クラウドファンディング写真はイメージです Photo:PIXTA

「新NISAをきっかけに投資を始めたが、もっとリターンが大きい投資にチャレンジしたい」と考えている人に紹介したいのが、非上場のスタートアップ企業に投資できる「株式投資型クラウドファンディング」。例えば、もし創業時のメルカリに100万円投資していたら、上場した時には100億円の価値、つまり1万倍になっていたことになります。成長するスタートアップを見極めることができれば、そんな宝くじのようなことも起こりうるのです。

※本稿は、波多江直彦『日本一やさしい スタートアップ投資の教科書』(ビジネス教育出版社)の一部を抜粋・編集したものです。

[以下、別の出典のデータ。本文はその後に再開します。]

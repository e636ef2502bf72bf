/**
 * A vitest reporter that ends the run with one plain line, "tests: N passed,
 * N failed, N skipped", which CI tooling reads regardless of the runner. A
 * test file that fails to load counts as a failure. When tests were skipped,
 * a line before it names the files and what this machine lacks to run them.
 */
import type { Reporter, TestModule } from 'vitest/node';
import { relative } from 'node:path';
import { PREREQUISITES } from './support/prerequisites.js';

export default class SummaryReporter implements Reporter {
  onTestRunEnd(modules: ReadonlyArray<TestModule>): void {
    let passed = 0,
      failed = 0,
      skipped = 0;
    const skippedIn = new Map<string, number>();
    for (const m of modules) {
      if (m.errors().length > 0) failed++; // the file did not load, or a hook outside any test failed
      for (const t of m.children.allTests()) {
        const state = t.result().state;
        if (state === 'passed') passed++;
        else if (state === 'failed') failed++;
        else {
          skipped++;
          const file = relative(process.cwd(), m.moduleId);
          skippedIn.set(file, (skippedIn.get(file) ?? 0) + 1);
        }
      }
    }
    if (skipped) {
      const missing = PREREQUISITES.filter((p) => !p.present());
      const files = [...skippedIn].map(([f, n]) => `${f} ${n}`).join(', ');
      const why = missing.length ? `this machine lacks ${missing.map((p) => `${p.name} (${p.howTo})`).join('; ')}` : 'skipped by a filter or .skip';
      process.stdout.write(`\nskipped ${skipped} test${skipped === 1 ? '' : 's'} (${files}): ${why}; in CI these fail instead of skipping`);
    }
    process.stdout.write(`\ntests: ${passed} passed, ${failed} failed, ${skipped} skipped\n`);
  }
}
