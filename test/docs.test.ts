/** The README documents every figure and every part-file key the code knows (and no others). */
import { readFileSync } from 'node:fs';
import { join } from 'node:path';
import { describe, expect, it } from 'vitest';
import { FIGURES } from '../src/figures/registry.js';
import { PART_SCHEMA } from '../src/part-file/part-schema.js';

const readme = readFileSync(join(import.meta.dirname, '../README.md'), 'utf8');

describe('README', () => {
  it('lists every figure in its figure table', () => {
    const table = readme.slice(readme.indexOf('## Figures'), readme.indexOf('## Where things are'));
    for (const id of FIGURES.keys()) expect(table, id).toContain(`\`${id}\``);
  });
  it('lists every top-level part-file key', () => {
    const section = readme.slice(readme.indexOf('## The part file'), readme.indexOf('## Figures'));
    if (PART_SCHEMA.t !== 'object') throw new Error('the part schema is an object');
    for (const key of Object.keys(PART_SCHEMA.fields)) expect(section, key).toContain(`\`${key}\``);
  });
});
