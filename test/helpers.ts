/** Shared test helpers: building small networks and comparing numbers with stated tolerances. */
import { expect } from 'vitest';
import { makeNetwork, type Network } from '../src/network/network.js';

export type Cx = [number, number];
/** S matrix at one frequency as rows of [re, im]. */
export type Matrix = Cx[][];

/** A network from a function giving the matrix at each frequency. */
export function networkOf(freqHz: number[], z0: number | number[], sAt: (f: number, k: number) => Matrix): Network {
  const m0 = sAt(freqHz[0], 0);
  const n = m0.length;
  const s = new Float64Array(freqHz.length * n * n * 2);
  freqHz.forEach((f, k) => {
    const m = k === 0 ? m0 : sAt(f, k);
    for (let i = 0; i < n; i++) for (let j = 0; j < n; j++) {
      s[2 * ((k * n + i) * n + j)] = m[i][j][0];
      s[2 * ((k * n + i) * n + j) + 1] = m[i][j][1];
    }
  });
  const z = typeof z0 === 'number' ? new Float64Array(n).fill(z0) : Float64Array.from(z0);
  return makeNetwork(Float64Array.from(freqHz), z, s, n);
}

export const cx = (re: number, im = 0): Cx => [re, im];
export const polar = (mag: number, deg: number): Cx => [mag * Math.cos((deg * Math.PI) / 180), mag * Math.sin((deg * Math.PI) / 180)];

/** S(i+1)(j+1) at frequency k. */
export function sAt(net: Network, k: number, i: number, j: number): Cx {
  const p = 2 * ((k * net.ports + i - 1) * net.ports + j - 1);
  return [net.s[p], net.s[p + 1]];
}

export function expectClose(actual: number, expected: number, tol: number, what = ''): void {
  if (!(Math.abs(actual - expected) <= tol)) {
    throw new Error(`${what ? what + ': ' : ''}expected ${expected} ± ${tol}, got ${actual} (off by ${Math.abs(actual - expected)})`);
  }
  expect(true).toBe(true);
}

export function expectComplexClose(actual: Cx, expected: Cx, tol: number, what = ''): void {
  const d = Math.hypot(actual[0] - expected[0], actual[1] - expected[1]);
  if (!(d <= tol)) throw new Error(`${what ? what + ': ' : ''}expected ${expected[0]}${expected[1] >= 0 ? '+' : ''}${expected[1]}j ± ${tol}, got ${actual[0]}${actual[1] >= 0 ? '+' : ''}${actual[1]}j`);
}

/** Largest |a − b| over arrays, or over interleaved complex arrays. */
export function maxAbsDiff(a: ArrayLike<number>, b: ArrayLike<number>): number {
  expect(a.length).toBe(b.length);
  let m = 0;
  for (let i = 0; i < a.length; i++) m = Math.max(m, Math.abs(a[i] - b[i]));
  return m;
}
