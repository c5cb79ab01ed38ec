import type { Metadata } from "next";
import { notFound } from "next/navigation";
import { PrintButton } from "@/components/invoices/print-button";
import { StatementView } from "@/components/invoices/statement-view";
import { PageHeader } from "@/components/ui/page-header";
import { accountStatement } from "@/db/queries/statement";
import { requirePageRole } from "@/lib/server/auth/page-access";
import { CAN } from "@/lib/auth/policy";

export const metadata: Metadata = { title: "Statement" };

export default async function FleetStatementPage() {
  const user = await requirePageRole(CAN.readOwnStatement);
  if (!user.accountId) notFound();
  const statement = await accountStatement(user, user.accountId, {});
  if (!statement) notFound();
  return (
    <>
      <PageHeader title="Statement" kicker={statement.accountName}>
        <span className="no-print">
          <PrintButton />
        </span>
      </PageHeader>
      <StatementView statement={statement} hrefFor={(id) => `/fleet/invoices/${id}`} />
    </>
  );
}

エンジェル投資を民主化する「株式投資型クラウドファンディング」

 非上場のスタートアップが資金調達を行える仕組み「株式投資型クラウドファンディング」。本稿ではこの仕組みの魅力とともに、投資家の皆様に知っておいていただきたいリスクを紹介します。

投資家にとってのメリット

スタートアップに関わる楽しみ

 株式投資型クラウドファンディングの最も大きな意義。それは、「創業期の刺激と喜びをシェアし、近くで応援できる」という点です。例えば自ら起業したりスタートアップで働く場合、通常は極めて限られた数の企業にしか関われませんし、個社に依存するという大きなリスクを伴います。

 しかし「エンジェル投資」という形でなら、自分が共鳴した志を持つ起業家を応援し、さらにその当事者に近い存在として関わることができます。挑戦する人も、応援する人どちらも、理想の未来に向かって挑戦できる。これが、株式投資型クラウドファンディングならではの醍醐味だと思います。

「こんな社会貢献の仕方があるんだ」――社会の変革に直接関われる

 株式投資型クラウドファンディング投資家のアキオさん(仮名)は機械メーカーを定年退職後、とある大学発スタートアップの技術担当として勤務していました。70歳を目前に引退を考えていたところ、あるきっかけで株式投資型クラウドファンディングを知り、「こんな社会貢献の仕方があるんだ」と興味を持ったといいます。「勤める」以外の方法でスタートアップを応援したいと思い、エンジェル投資家としてデビューすることを決意。メーカー勤務のキャリアもあり、イークラウドでは技術系のスタートアップ3社に投資されたそうです。さまざまな企業の成長シミュレーションを想像することが楽しみで、「スタートアップが成長するダイナミズム(活力)が一番のリターン」と表現しています。

 スタートアップを日本に生み出すことで、社会に大きな変化を起こしたい、自らの投資に意義を見出したいと考えて株式投資型クラウドファンディングに踏み切る投資家もいます。そういった意味で、スタートアップへの投資は選挙で政治家に一票を投じることに似ているのかもしれません。